● What the task requires: Beginning with the first line of the entries below, quote each line until you reach and include the line with "is worked by hand".

The data section start

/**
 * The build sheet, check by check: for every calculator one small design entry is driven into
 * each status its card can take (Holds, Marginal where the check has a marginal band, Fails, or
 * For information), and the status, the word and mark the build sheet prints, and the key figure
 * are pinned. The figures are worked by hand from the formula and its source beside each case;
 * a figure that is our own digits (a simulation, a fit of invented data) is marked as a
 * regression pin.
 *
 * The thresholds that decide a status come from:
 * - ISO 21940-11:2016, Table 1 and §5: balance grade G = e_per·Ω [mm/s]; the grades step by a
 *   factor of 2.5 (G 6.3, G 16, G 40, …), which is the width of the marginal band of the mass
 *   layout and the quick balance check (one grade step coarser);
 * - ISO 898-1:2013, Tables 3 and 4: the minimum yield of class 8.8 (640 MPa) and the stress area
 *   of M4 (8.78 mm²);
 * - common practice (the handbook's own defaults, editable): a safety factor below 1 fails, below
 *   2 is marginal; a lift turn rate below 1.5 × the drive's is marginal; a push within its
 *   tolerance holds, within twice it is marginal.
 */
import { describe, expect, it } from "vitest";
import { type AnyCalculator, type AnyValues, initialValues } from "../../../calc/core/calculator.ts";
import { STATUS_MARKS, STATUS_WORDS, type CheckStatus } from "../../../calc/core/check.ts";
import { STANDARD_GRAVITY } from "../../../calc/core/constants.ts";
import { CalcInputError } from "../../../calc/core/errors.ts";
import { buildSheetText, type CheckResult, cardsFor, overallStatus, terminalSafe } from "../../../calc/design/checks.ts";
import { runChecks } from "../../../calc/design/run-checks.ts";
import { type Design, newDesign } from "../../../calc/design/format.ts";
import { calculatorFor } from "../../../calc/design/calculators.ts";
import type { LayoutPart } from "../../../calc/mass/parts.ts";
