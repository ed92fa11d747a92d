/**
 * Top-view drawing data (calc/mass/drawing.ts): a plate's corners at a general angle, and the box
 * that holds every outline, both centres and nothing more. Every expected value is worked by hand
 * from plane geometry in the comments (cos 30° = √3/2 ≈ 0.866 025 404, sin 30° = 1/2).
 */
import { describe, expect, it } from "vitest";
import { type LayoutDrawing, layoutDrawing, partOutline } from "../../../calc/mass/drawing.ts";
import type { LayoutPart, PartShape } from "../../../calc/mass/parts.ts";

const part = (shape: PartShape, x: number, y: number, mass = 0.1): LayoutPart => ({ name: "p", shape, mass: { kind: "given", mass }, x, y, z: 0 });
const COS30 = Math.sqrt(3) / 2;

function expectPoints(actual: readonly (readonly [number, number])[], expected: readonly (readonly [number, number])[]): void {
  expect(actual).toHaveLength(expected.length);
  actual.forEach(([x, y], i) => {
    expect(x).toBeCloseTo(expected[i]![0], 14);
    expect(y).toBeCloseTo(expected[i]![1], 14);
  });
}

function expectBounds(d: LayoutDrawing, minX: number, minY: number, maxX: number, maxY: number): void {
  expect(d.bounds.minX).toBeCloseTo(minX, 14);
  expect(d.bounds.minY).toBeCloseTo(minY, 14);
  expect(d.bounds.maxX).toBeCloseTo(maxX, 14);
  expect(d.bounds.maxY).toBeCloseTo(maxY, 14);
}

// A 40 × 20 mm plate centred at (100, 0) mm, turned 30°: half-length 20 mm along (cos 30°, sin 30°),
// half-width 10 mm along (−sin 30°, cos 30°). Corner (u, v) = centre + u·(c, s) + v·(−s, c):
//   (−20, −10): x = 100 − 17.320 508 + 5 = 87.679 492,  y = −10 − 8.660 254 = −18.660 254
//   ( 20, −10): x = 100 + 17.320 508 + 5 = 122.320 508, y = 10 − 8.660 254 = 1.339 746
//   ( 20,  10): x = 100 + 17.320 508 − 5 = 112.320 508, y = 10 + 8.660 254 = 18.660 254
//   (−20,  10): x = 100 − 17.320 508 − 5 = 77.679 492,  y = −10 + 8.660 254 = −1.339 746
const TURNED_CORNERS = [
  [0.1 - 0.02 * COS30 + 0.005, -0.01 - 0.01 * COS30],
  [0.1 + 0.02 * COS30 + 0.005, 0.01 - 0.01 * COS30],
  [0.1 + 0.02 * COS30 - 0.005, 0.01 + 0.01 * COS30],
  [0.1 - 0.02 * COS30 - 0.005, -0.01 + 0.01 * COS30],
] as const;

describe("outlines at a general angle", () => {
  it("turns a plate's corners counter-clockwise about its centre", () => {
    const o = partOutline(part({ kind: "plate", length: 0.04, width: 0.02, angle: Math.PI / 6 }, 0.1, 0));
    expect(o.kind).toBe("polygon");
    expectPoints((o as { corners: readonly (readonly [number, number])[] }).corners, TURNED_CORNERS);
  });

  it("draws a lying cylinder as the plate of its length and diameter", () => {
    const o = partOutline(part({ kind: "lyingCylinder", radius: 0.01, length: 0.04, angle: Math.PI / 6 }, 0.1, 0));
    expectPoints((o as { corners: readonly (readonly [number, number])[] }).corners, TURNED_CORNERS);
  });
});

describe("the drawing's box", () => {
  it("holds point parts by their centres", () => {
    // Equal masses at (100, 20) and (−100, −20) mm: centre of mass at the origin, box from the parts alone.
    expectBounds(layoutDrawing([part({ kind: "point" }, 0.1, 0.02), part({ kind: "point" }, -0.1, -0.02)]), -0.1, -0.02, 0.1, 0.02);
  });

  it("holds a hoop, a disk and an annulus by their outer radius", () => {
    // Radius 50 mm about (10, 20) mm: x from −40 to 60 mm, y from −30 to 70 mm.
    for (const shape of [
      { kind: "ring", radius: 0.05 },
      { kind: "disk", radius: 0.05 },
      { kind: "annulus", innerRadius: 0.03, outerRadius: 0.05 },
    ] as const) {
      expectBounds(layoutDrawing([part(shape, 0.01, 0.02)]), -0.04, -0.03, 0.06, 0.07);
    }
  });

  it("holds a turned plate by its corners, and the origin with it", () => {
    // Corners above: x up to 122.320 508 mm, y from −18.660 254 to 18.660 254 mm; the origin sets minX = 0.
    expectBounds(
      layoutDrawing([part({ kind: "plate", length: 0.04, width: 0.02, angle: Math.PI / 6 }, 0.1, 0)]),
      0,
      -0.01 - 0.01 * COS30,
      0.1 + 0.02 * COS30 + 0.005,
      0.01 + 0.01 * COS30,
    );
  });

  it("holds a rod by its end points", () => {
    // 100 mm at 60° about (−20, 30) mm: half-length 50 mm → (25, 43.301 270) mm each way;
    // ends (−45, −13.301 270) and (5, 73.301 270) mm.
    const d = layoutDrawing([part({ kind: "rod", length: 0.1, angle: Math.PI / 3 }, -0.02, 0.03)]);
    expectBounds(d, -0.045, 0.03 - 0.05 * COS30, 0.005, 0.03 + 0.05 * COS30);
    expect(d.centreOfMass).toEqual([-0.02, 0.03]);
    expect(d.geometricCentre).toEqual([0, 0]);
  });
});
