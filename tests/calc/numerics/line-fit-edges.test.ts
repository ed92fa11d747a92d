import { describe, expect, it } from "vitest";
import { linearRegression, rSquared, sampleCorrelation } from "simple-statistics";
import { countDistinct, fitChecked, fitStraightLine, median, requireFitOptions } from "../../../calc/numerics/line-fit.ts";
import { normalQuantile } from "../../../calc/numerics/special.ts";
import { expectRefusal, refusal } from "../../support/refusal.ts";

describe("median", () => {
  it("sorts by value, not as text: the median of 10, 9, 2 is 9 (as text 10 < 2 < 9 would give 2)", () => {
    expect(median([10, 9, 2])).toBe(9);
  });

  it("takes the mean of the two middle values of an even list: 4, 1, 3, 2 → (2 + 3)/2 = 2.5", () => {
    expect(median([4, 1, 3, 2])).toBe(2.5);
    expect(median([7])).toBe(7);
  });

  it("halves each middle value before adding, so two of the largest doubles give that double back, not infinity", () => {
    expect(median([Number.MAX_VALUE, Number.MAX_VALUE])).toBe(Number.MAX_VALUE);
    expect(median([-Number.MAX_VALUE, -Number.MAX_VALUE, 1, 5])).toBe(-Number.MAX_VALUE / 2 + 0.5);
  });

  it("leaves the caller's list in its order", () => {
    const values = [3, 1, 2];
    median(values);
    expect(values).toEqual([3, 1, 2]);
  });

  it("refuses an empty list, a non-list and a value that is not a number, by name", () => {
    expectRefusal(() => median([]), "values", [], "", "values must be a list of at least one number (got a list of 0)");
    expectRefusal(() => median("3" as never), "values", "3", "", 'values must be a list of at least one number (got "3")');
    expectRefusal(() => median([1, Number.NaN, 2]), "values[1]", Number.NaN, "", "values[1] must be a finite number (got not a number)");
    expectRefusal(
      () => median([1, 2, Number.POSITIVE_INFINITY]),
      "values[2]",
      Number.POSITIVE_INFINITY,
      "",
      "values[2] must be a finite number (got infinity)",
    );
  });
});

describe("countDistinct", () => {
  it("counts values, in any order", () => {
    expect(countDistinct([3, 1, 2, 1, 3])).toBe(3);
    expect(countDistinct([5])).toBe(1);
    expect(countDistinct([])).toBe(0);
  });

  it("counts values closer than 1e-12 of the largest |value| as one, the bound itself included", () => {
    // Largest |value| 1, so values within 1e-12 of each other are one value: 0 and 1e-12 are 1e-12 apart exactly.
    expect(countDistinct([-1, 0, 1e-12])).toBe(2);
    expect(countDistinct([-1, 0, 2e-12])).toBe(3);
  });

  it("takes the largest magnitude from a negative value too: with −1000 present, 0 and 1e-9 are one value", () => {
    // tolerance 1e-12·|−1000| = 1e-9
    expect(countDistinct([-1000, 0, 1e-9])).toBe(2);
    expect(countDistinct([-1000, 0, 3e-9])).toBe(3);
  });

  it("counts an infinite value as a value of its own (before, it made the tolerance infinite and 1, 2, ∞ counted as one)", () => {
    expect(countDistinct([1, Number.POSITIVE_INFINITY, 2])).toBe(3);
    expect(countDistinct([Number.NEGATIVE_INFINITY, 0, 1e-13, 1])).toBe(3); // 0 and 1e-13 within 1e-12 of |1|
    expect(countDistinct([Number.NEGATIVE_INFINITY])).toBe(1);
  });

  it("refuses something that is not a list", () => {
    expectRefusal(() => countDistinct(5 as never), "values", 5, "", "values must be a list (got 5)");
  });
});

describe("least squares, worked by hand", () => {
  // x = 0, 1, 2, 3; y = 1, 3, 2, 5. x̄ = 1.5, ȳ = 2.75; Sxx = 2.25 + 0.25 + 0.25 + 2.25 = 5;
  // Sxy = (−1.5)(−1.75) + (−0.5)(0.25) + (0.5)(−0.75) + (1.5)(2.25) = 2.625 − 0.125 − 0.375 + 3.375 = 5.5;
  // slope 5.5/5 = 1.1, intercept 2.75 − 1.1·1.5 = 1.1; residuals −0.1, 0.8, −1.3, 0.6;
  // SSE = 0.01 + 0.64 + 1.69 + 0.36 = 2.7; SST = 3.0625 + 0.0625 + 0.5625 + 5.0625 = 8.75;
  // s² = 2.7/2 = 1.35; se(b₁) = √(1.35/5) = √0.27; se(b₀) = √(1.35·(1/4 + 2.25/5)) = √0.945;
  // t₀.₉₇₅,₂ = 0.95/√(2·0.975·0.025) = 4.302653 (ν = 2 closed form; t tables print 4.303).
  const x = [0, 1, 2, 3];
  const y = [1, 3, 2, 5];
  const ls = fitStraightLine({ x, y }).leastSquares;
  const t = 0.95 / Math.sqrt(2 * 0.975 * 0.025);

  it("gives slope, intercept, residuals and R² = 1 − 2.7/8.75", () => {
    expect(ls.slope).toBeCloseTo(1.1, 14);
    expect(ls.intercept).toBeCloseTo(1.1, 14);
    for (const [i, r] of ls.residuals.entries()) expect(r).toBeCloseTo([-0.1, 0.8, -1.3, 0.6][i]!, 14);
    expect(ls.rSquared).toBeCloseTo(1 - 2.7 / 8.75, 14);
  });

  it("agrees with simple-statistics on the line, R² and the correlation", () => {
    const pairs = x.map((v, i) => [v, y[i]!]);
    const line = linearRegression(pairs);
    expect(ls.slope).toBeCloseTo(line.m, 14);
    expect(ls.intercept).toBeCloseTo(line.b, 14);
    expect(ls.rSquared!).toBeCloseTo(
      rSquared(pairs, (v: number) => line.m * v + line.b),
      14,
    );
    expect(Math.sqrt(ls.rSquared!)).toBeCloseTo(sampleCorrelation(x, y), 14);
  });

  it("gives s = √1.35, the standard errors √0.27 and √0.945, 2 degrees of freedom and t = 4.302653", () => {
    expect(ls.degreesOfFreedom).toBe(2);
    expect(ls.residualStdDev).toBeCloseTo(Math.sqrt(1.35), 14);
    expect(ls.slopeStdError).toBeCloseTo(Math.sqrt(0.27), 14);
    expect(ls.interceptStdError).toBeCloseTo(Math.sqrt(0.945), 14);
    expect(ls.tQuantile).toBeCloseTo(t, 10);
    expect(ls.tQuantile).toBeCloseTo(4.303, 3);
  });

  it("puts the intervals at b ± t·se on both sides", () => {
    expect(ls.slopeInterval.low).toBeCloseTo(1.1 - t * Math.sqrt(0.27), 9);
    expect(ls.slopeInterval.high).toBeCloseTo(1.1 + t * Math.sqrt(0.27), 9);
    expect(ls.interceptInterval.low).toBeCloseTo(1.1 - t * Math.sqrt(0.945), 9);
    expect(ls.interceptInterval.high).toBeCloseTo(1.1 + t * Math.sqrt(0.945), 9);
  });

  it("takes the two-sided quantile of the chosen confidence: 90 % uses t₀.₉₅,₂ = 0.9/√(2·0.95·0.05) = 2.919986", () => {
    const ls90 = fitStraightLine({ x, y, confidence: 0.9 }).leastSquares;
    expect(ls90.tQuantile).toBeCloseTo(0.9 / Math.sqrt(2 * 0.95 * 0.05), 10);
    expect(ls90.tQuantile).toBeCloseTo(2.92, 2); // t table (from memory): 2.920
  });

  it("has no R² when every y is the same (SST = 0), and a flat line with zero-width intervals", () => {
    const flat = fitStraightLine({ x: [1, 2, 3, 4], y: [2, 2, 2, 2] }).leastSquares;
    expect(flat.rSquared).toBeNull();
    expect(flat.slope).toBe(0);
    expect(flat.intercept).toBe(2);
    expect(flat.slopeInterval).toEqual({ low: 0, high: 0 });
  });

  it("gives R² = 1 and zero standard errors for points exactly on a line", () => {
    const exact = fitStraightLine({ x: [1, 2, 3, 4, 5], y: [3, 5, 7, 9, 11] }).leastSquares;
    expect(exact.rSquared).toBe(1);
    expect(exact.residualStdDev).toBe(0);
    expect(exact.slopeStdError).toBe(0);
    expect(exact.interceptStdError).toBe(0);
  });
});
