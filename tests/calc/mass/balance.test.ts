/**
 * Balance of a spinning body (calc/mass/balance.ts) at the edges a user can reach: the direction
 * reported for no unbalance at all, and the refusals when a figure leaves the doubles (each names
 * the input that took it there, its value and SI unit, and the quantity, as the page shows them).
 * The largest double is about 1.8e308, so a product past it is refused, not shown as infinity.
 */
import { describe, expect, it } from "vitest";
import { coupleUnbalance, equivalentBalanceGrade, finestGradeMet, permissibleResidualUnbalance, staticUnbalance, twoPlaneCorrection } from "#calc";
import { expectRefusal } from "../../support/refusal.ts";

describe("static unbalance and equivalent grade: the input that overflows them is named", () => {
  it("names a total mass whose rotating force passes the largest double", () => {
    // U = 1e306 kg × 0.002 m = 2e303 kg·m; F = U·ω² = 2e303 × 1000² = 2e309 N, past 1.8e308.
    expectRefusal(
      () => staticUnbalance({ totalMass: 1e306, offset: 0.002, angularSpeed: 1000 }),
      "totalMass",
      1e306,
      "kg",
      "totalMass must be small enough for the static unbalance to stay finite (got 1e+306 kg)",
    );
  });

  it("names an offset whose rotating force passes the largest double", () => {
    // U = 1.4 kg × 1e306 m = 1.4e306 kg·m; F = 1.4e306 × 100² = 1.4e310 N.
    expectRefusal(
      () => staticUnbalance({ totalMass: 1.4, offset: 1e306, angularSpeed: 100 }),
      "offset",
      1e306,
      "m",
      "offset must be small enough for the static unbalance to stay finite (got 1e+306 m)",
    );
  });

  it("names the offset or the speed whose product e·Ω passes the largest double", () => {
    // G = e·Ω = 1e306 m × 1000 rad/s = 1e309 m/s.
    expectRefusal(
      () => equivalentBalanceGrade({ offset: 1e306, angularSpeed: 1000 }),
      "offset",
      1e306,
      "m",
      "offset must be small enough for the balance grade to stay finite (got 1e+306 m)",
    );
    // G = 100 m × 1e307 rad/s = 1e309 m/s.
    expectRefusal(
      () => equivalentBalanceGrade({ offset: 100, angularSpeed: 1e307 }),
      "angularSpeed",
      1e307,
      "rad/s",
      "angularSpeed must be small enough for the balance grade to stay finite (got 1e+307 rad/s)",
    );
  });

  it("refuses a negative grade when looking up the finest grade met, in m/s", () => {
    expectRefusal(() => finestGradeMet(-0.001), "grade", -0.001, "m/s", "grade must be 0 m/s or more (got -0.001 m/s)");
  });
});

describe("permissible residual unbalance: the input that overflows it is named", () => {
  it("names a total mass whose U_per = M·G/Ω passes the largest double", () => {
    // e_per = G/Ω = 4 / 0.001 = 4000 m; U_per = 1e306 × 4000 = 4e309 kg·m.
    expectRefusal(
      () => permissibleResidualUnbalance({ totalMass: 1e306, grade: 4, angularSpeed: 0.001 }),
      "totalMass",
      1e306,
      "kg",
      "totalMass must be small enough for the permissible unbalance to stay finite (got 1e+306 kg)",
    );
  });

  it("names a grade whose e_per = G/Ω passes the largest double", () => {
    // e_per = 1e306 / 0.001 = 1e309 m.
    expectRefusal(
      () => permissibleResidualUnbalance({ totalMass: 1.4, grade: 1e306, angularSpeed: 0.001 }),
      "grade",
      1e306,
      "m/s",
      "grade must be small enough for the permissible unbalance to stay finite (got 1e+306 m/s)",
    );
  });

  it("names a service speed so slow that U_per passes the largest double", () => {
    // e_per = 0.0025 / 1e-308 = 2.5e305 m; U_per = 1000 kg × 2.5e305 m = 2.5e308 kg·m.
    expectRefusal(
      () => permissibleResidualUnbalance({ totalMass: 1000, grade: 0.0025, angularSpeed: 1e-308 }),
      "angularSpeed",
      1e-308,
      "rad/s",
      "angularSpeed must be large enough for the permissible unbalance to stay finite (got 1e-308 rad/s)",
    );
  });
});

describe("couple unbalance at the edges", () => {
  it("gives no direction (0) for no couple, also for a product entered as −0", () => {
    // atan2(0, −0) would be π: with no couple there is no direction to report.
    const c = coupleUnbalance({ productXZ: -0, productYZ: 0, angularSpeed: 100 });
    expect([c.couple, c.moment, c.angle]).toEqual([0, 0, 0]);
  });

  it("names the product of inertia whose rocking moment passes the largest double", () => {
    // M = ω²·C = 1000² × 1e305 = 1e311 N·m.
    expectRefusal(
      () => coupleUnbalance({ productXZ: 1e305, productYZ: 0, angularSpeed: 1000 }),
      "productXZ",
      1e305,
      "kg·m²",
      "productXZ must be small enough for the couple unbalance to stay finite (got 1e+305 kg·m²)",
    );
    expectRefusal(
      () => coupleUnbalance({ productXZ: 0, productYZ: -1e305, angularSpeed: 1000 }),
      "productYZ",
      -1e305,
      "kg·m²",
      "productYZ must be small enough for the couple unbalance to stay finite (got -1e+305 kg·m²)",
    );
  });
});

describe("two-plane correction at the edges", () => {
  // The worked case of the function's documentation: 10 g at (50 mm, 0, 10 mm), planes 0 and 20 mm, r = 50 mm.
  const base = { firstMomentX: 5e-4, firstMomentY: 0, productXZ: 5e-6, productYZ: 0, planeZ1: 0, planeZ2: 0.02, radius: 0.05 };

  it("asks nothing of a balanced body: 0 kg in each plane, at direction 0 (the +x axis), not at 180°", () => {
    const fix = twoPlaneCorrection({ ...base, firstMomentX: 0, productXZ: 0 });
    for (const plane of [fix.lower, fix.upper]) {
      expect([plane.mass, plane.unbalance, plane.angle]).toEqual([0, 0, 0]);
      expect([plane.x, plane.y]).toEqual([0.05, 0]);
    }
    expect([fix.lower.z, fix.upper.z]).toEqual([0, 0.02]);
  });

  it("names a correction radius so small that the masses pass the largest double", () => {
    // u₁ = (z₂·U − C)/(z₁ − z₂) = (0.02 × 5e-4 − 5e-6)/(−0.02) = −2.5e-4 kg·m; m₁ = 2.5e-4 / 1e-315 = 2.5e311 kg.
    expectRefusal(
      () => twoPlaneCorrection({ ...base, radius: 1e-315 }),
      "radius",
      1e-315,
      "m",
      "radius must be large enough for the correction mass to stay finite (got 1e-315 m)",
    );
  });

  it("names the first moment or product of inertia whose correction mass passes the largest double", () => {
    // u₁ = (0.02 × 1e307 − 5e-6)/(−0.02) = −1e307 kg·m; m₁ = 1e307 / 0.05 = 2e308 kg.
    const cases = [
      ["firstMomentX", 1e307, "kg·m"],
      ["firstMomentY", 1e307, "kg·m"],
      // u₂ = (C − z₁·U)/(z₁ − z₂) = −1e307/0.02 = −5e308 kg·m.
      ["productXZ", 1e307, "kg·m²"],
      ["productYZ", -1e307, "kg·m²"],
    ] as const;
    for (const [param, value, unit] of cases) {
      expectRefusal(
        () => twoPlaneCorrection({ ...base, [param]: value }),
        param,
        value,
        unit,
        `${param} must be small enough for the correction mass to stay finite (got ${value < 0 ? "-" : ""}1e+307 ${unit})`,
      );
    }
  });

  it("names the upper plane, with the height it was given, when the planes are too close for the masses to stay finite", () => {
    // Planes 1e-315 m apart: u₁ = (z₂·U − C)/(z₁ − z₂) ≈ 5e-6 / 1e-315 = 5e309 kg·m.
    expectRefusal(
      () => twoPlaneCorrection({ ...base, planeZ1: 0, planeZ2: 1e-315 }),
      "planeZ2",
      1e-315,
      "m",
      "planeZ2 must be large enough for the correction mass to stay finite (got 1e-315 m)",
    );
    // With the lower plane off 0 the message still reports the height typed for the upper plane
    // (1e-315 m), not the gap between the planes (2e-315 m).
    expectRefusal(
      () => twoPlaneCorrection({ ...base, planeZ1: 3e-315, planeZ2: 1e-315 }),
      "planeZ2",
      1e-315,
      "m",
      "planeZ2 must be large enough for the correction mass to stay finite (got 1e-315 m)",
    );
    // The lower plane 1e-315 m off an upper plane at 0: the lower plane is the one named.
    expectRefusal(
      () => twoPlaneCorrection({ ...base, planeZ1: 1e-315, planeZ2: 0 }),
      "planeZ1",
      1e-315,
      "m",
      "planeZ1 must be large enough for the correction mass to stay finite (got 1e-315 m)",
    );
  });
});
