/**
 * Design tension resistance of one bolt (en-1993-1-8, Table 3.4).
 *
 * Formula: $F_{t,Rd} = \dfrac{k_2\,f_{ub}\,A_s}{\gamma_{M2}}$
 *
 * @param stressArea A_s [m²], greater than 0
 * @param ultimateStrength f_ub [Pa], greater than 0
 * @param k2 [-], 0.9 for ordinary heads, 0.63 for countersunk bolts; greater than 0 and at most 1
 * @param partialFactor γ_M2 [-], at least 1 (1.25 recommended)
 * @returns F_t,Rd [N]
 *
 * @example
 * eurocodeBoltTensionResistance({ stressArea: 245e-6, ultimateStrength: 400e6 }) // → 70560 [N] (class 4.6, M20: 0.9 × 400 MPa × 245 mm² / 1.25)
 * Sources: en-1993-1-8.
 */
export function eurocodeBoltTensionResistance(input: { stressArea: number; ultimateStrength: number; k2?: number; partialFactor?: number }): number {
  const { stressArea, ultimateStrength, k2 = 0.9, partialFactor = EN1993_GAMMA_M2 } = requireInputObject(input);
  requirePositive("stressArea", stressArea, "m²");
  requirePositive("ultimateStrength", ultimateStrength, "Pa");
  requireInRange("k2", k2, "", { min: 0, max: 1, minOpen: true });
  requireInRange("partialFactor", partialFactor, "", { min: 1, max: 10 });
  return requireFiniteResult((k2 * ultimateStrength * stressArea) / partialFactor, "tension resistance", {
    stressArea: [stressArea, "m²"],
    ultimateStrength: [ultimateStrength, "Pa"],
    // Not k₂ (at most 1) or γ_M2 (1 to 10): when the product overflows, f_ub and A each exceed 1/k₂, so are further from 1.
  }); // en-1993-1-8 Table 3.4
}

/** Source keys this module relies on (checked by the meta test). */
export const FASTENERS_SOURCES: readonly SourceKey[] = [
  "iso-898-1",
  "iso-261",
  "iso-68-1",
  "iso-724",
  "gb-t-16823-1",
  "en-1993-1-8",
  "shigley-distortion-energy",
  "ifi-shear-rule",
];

The data section end

● Solution to the exercise:
/**
 * The build sheet, check by check: for every calculator one small design entry is driven into
 * each status its card can take (Holds, Marginal where the check has a marginal band, Fails, or
 * For information), and the status, the word and mark the build sheet prints, and the key figure
 * are pinned. The figures are worked by hand from the formula and its source beside each case;
 * a figure that is our own digits (a simulation, a fit of invented data) is marked as a
 * regression pin.
 *
 * The thresholds that decide a status come from:
 * - ISO 21940-11:2016, Table 1 and §5: balance grade G = e_per·Ω [mm/s]; the grades step by a
 *   factor of 2.5 (G 6.3, G 16, G 40, …), which is the width of the marginal band of the mass
 *   layout and the quick balance check (one grade step coarser);
 * - ISO 898-1:2013, Tables 3 and 4: the minimum yield of class 8.8 (640 MPa) and the stress area
 *   of M4 (8.78 mm²);
 * - common practice (the handbook's own defaults, editable): a safety factor below 1 fails, below
 *   2 is marginal; a lift turn rate below 1.5 × the drive's is marginal; a push within its
 *   tolerance holds, within twice it is marginal.
 */
import { describe, expect, it } from "vitest";
import { type AnyCalculator, type AnyValues, initialValues } from "../../../calc/core/calculator.ts";
import { STATUS_MARKS, STATUS_WORDS, type CheckStatus } from "../../../calc/core/check.ts";
import { STANDARD_GRAVITY } from "../../../calc/core/constants.ts";
import { CalcInputError } from "../../../calc/core/errors.ts";
import { buildSheetText, type CheckResult, cardsFor, overallStatus, terminalSafe } from "../../../calc/design/checks.ts";
import { runChecks } from "../../../calc/design/run-checks.ts";
import { type Design, newDesign } from "../../../calc/design/format.ts";
import { calculatorFor } from "../../../calc/design/calculators.ts";
import type { LayoutPart } from "../../../calc/mass/parts.ts";
repository ed92fa11d747a92d
/**
 * Top-view drawing data (calc/mass/drawing.ts): a plate's corners at a general angle, and the box
 * that holds every outline, both centres and nothing more. Every expected value is worked by hand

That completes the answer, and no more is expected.